# Collected data entries:
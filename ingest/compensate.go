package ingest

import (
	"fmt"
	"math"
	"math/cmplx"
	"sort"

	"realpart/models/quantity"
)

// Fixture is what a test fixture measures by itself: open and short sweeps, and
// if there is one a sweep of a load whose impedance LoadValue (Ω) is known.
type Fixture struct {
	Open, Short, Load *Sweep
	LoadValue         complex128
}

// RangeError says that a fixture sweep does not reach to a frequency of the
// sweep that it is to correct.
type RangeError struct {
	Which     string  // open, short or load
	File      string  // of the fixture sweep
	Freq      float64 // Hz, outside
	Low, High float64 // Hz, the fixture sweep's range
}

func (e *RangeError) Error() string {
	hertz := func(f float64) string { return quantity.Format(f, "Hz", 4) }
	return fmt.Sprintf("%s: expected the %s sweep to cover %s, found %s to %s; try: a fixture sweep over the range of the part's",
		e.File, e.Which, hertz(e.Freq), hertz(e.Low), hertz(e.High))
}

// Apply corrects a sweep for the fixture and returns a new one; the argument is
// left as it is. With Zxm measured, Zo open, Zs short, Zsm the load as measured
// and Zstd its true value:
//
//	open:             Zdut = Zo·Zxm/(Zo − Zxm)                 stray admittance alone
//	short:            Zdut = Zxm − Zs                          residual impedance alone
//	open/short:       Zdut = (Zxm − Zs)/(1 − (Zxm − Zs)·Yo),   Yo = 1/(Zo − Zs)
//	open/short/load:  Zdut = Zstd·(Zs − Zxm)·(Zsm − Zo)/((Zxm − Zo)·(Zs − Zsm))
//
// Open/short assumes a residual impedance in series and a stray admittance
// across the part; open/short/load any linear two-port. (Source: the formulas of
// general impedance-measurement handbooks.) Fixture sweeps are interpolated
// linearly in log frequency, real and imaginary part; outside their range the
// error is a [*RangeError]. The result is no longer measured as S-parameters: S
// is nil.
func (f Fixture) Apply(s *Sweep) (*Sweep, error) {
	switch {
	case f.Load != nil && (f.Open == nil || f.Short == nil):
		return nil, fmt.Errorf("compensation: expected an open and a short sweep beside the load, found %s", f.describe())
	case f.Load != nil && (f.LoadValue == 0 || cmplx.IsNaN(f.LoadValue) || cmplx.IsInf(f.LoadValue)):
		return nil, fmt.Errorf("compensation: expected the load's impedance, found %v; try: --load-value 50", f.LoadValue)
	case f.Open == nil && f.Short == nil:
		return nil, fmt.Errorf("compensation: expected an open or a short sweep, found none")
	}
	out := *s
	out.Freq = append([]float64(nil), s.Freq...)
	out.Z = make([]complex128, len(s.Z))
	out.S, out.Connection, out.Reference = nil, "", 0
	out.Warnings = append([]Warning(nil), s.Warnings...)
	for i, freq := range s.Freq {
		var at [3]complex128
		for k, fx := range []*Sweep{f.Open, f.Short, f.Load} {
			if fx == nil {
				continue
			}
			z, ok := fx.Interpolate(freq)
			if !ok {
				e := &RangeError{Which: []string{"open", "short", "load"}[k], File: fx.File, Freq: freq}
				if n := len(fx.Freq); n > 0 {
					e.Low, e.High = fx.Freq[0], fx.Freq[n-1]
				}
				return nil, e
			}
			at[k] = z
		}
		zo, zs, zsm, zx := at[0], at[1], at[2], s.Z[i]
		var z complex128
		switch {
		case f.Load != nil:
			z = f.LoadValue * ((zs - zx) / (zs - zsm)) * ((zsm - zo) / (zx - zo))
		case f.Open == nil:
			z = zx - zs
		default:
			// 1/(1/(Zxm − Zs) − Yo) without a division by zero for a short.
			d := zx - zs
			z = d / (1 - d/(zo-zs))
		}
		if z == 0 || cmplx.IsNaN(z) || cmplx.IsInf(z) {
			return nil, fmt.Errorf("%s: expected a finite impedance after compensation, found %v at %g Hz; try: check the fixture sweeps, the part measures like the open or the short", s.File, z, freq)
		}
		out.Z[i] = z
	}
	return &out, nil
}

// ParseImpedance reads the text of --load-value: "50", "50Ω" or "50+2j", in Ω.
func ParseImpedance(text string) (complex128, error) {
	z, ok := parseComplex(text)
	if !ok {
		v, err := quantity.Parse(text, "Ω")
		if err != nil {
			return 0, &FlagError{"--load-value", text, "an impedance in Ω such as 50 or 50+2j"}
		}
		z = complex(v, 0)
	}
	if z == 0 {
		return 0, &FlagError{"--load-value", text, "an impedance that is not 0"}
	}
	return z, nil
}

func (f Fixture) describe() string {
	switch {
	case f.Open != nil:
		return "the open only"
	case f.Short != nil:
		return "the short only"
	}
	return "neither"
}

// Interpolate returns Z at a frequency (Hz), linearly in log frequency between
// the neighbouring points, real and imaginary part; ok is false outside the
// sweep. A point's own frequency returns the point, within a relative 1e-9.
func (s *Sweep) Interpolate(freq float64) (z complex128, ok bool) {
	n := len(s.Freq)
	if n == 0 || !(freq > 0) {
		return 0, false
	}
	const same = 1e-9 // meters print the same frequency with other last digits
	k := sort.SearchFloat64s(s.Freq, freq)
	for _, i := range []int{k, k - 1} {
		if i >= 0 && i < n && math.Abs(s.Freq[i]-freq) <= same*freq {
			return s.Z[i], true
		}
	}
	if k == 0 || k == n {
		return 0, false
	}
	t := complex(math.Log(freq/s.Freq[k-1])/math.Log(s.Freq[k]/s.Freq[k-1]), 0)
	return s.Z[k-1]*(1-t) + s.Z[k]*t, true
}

# Exercise description:
Go line by line through the records above and copy each one containing "frequency".

# Problem solution:
// RangeError says that a fixture sweep does not reach to a frequency of the
// linearly in log frequency, real and imaginary part; outside their range the
// Interpolate returns Z at a frequency (Hz), linearly in log frequency between
// sweep. A point's own frequency returns the point, within a relative 1e-9.
	const same = 1e-9 // meters print the same frequency with other last digits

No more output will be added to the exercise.